WHAT YOU HAVE TO DO: Go through the material below, find each line with the word "signalk", and copy those lines.

DATASET RECORDS:
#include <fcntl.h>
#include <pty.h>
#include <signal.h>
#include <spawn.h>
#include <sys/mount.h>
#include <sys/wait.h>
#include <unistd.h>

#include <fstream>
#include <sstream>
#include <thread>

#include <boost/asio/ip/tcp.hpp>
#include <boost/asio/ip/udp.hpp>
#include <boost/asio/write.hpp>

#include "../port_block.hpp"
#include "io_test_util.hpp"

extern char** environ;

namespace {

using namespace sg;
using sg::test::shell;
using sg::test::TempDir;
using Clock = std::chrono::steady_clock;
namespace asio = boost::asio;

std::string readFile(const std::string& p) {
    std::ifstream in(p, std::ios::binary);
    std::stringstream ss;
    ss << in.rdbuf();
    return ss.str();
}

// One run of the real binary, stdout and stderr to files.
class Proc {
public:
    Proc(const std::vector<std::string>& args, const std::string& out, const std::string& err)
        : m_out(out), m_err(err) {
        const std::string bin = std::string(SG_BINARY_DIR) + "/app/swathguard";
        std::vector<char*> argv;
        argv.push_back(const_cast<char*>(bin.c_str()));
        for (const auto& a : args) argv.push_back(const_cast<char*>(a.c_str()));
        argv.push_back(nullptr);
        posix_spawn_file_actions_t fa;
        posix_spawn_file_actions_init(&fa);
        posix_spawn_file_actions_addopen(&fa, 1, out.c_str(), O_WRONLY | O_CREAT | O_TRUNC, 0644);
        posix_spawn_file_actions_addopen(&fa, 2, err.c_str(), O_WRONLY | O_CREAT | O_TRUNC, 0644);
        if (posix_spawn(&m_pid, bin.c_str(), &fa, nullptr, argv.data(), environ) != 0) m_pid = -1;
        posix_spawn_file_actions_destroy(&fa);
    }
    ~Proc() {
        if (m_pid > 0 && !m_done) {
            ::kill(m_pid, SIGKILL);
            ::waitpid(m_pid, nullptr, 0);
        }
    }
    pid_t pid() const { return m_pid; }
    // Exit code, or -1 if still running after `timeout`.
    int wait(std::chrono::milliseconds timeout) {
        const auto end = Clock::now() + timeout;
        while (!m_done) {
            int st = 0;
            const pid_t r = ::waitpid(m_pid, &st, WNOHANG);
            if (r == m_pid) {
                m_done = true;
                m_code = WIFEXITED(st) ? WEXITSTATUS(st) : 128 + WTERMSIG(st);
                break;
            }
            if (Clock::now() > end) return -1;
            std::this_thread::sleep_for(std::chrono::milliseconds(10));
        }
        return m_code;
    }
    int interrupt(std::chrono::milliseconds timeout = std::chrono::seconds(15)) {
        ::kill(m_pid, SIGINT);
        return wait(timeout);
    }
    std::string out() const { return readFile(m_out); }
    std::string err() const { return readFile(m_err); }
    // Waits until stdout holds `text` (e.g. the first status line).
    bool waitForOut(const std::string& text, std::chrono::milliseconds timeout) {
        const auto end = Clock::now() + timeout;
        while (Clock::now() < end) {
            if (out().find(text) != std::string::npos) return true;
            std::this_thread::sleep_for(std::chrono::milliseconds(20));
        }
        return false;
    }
* * *
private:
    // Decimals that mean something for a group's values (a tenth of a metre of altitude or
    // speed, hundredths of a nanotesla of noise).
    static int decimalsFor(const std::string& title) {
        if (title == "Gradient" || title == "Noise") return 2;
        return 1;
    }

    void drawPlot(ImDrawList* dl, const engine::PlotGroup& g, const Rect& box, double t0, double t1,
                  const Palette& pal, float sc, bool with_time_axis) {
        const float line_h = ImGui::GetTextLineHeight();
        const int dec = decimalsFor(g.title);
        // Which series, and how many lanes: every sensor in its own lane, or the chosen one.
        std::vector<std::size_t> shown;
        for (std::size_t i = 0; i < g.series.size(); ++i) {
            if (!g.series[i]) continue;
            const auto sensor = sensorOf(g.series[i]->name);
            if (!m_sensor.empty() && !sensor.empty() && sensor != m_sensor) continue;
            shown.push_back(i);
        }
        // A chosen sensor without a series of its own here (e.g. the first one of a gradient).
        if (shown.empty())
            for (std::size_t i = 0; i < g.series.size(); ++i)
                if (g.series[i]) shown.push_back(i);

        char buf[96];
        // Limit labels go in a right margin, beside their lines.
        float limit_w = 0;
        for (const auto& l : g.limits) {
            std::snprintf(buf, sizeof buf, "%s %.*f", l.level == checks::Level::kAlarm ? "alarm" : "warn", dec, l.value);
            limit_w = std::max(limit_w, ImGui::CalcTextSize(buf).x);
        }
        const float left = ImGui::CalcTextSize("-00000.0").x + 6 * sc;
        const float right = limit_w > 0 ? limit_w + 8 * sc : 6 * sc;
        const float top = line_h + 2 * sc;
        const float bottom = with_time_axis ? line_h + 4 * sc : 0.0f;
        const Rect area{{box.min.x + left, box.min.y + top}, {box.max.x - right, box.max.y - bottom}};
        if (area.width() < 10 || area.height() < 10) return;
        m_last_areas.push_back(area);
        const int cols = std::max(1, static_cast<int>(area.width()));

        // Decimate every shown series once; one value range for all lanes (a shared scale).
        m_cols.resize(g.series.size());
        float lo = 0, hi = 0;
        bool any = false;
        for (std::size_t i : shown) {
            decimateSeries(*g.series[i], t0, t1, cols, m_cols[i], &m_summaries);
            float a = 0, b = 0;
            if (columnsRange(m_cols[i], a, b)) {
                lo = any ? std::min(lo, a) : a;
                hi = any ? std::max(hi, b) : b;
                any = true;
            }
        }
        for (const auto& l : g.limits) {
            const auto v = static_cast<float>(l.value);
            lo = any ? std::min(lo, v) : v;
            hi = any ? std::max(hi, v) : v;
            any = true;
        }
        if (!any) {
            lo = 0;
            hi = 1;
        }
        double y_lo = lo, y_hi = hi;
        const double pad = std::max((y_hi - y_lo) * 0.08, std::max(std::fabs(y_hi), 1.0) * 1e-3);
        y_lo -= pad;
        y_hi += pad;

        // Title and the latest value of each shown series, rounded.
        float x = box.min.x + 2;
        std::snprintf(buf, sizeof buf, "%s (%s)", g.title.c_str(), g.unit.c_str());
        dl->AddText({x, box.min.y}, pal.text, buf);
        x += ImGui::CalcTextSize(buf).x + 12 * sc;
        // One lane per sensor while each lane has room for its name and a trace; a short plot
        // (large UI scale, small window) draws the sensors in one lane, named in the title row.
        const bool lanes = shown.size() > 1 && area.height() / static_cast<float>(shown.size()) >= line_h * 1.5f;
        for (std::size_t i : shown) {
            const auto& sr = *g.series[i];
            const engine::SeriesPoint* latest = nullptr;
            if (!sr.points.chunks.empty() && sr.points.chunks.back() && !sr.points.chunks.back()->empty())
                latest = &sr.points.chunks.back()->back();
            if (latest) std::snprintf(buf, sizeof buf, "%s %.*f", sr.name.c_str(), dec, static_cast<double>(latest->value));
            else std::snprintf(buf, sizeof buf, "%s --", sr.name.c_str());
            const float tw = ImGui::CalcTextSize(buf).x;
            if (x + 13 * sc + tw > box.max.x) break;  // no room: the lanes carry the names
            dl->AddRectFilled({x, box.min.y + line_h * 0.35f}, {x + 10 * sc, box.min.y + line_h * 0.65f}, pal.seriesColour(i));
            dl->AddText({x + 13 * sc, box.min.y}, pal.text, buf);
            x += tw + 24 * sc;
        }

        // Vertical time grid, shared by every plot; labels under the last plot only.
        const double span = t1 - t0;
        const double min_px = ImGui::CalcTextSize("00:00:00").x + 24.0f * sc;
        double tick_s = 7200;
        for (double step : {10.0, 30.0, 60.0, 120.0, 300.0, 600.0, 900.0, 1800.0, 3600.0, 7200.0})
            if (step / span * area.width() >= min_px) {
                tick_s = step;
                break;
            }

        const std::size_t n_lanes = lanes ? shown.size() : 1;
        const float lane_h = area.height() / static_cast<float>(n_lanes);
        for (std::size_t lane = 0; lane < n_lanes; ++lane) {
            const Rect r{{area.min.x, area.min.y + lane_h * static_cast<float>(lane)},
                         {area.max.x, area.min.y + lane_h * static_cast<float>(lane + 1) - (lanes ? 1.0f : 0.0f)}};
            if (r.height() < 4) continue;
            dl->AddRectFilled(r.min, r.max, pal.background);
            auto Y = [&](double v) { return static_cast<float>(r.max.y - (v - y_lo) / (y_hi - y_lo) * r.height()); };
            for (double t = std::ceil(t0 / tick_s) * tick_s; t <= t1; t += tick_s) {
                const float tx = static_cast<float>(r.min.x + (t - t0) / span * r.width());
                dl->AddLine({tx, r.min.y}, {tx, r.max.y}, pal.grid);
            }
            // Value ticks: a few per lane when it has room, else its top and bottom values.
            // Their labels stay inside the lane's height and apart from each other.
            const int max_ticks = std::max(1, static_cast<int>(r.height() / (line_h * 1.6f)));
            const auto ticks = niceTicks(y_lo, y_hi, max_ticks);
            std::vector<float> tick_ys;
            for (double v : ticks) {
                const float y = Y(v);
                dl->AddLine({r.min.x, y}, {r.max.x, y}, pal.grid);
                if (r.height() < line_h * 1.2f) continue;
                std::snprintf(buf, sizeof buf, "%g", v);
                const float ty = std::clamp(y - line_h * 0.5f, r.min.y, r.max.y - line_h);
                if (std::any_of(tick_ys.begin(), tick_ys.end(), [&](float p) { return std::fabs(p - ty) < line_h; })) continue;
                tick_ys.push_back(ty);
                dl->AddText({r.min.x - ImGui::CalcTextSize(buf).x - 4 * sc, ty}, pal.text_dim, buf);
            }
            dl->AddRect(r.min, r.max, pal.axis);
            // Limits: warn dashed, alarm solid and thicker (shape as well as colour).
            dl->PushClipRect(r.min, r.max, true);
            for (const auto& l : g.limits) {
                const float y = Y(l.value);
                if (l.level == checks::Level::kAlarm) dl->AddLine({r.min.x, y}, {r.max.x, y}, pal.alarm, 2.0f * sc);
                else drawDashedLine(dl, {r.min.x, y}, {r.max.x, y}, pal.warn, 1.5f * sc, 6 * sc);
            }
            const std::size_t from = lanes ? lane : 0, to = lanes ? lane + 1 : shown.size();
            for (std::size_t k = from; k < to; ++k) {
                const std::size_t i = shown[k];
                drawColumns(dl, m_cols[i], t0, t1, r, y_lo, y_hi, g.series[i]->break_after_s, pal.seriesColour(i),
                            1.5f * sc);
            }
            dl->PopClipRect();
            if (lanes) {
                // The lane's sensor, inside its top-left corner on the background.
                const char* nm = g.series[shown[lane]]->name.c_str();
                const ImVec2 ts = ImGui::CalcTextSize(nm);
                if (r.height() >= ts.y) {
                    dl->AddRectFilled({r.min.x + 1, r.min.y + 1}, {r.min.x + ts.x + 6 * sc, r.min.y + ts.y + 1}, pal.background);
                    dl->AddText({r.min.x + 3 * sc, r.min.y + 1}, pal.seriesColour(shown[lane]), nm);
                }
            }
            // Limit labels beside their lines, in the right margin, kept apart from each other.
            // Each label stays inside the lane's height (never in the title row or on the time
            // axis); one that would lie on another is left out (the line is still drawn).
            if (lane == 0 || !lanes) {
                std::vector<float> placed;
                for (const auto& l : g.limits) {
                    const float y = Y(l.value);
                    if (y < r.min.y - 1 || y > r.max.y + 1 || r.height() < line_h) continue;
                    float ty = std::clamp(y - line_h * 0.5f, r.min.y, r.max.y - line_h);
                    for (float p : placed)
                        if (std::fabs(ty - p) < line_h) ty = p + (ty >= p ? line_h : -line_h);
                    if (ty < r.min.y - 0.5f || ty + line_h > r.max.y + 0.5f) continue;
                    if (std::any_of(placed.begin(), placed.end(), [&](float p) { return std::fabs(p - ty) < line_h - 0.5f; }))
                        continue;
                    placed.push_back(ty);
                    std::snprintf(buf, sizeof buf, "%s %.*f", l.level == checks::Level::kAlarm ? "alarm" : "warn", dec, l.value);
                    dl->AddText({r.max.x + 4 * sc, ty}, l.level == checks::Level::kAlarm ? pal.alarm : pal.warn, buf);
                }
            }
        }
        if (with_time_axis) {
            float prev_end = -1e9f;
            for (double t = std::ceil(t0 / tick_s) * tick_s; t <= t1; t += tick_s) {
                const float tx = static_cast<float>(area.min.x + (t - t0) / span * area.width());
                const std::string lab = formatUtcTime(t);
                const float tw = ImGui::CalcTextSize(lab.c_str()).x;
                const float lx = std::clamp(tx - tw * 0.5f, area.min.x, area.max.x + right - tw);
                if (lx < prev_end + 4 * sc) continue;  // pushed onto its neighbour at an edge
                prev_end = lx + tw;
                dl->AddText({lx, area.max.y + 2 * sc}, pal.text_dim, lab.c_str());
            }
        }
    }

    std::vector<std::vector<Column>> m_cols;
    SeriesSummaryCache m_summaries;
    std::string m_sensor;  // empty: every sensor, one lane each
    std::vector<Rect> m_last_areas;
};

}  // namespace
--
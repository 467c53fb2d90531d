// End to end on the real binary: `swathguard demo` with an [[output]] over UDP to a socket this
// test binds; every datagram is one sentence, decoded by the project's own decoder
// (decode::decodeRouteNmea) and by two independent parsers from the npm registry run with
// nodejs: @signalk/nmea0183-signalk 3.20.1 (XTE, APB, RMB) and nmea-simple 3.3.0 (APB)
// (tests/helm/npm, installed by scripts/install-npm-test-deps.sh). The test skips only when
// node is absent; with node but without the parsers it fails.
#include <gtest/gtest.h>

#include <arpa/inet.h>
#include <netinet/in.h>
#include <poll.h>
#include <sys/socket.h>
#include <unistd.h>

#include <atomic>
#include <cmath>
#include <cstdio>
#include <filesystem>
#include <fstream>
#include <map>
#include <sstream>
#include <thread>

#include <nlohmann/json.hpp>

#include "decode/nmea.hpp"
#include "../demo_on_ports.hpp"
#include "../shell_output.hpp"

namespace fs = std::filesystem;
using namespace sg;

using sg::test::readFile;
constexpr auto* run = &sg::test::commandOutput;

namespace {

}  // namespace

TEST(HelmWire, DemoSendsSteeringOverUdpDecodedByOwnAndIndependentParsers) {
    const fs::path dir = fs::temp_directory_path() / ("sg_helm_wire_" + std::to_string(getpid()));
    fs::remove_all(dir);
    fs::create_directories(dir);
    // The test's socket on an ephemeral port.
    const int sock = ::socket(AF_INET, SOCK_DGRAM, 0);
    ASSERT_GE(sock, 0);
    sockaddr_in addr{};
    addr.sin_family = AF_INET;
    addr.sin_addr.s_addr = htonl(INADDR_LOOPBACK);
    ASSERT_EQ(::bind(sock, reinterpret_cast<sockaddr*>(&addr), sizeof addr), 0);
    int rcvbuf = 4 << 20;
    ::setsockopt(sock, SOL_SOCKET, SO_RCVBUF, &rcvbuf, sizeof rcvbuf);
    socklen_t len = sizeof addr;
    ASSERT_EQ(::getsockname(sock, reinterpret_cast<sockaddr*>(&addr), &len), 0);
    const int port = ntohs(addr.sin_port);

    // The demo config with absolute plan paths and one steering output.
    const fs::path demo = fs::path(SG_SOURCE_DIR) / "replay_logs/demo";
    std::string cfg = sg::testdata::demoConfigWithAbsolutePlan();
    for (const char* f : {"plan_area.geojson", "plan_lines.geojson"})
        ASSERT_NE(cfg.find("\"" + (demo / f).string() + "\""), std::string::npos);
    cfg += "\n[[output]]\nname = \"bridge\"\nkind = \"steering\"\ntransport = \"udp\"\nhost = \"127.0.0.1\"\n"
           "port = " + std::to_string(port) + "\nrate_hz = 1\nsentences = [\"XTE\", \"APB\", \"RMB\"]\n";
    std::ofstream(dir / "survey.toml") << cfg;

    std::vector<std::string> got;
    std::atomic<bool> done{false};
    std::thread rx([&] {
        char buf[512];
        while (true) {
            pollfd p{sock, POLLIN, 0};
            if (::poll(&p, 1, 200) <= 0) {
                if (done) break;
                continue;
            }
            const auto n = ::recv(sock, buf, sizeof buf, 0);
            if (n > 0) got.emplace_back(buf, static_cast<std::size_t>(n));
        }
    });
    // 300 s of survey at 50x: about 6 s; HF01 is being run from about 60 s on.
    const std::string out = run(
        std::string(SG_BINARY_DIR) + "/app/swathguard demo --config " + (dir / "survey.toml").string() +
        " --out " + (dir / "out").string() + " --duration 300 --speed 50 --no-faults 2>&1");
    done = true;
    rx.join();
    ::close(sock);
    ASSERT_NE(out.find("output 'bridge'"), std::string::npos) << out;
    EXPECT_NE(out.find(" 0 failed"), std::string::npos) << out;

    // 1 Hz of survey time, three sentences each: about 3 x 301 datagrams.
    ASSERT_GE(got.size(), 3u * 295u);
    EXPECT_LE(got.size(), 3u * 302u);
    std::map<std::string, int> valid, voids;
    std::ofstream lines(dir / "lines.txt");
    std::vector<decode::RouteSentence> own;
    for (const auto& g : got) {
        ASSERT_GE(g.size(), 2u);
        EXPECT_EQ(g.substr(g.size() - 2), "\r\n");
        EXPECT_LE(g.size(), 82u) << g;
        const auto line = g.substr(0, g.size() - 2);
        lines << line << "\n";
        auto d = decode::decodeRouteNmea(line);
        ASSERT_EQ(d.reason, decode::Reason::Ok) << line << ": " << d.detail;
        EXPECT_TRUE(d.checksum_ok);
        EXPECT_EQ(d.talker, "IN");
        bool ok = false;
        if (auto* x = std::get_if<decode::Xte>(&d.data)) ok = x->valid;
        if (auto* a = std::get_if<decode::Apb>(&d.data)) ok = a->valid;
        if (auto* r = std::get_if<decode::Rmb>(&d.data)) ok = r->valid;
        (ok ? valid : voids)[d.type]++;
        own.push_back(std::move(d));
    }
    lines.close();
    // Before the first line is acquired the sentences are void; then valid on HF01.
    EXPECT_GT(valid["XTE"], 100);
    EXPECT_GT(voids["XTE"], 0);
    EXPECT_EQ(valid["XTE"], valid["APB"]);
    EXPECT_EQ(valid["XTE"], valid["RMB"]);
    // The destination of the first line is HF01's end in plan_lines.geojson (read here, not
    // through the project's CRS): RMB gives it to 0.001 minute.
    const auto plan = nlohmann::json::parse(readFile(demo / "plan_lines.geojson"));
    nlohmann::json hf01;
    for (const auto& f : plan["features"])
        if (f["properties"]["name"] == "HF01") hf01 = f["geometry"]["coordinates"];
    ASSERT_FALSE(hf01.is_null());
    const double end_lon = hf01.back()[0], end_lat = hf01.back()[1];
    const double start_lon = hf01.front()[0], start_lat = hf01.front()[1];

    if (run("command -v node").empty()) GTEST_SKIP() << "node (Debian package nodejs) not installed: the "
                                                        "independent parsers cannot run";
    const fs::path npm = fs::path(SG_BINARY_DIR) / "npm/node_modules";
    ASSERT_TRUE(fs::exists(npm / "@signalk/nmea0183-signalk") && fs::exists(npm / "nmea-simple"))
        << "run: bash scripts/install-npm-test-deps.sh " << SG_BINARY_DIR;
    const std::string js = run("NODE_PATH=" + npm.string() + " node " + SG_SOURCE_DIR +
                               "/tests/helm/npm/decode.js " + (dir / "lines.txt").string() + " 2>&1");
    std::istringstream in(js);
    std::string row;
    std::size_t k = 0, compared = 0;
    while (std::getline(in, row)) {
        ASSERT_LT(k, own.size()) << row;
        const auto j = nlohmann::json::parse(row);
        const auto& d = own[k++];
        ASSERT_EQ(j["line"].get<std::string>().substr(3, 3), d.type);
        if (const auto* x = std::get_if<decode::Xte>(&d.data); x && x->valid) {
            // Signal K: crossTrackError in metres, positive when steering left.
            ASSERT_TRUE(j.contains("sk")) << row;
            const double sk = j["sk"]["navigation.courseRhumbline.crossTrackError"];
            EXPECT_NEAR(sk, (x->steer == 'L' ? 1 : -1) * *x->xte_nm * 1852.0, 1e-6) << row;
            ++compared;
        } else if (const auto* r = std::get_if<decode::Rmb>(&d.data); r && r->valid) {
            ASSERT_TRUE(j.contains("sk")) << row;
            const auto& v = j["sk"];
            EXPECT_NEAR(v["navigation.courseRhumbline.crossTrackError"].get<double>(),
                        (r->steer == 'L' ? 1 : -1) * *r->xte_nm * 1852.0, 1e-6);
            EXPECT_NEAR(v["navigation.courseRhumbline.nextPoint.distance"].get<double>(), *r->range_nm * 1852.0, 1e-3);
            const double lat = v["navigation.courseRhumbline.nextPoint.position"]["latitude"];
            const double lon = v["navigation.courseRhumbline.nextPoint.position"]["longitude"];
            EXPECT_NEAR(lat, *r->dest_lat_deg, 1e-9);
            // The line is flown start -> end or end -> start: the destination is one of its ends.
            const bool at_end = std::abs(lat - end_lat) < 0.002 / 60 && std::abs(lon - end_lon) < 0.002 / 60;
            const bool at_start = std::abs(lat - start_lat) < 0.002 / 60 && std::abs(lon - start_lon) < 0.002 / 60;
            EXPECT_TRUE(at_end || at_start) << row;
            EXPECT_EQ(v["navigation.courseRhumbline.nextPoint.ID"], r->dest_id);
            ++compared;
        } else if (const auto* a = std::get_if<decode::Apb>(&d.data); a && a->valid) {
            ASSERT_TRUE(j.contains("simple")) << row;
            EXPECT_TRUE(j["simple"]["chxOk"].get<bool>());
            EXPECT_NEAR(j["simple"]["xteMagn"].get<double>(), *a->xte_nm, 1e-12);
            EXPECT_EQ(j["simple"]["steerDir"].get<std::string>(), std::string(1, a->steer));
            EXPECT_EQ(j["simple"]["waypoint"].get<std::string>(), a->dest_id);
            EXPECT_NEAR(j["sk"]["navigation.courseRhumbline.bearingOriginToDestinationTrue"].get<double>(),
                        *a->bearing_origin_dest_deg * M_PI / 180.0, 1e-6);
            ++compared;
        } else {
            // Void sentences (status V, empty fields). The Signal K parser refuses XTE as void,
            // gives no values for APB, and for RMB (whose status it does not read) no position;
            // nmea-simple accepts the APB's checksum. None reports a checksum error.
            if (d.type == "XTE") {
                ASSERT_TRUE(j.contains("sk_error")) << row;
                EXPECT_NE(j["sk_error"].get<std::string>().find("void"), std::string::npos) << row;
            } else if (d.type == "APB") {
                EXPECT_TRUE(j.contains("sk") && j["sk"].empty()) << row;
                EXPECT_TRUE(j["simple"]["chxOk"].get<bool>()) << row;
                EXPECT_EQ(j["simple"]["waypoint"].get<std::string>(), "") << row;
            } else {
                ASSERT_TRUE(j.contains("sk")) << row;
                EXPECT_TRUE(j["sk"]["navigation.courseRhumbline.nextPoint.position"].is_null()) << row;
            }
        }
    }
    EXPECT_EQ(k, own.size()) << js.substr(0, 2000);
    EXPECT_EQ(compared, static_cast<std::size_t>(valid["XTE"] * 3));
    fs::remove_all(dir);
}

SOLVED PROBLEM:
// nodejs: @signalk/nmea0183-signalk 3.20.1 (XTE, APB, RMB) and nmea-simple 3.3.0 (APB)
    ASSERT_TRUE(fs::exists(npm / "@signalk/nmea0183-signalk") && fs::exists(npm / "nmea-simple"))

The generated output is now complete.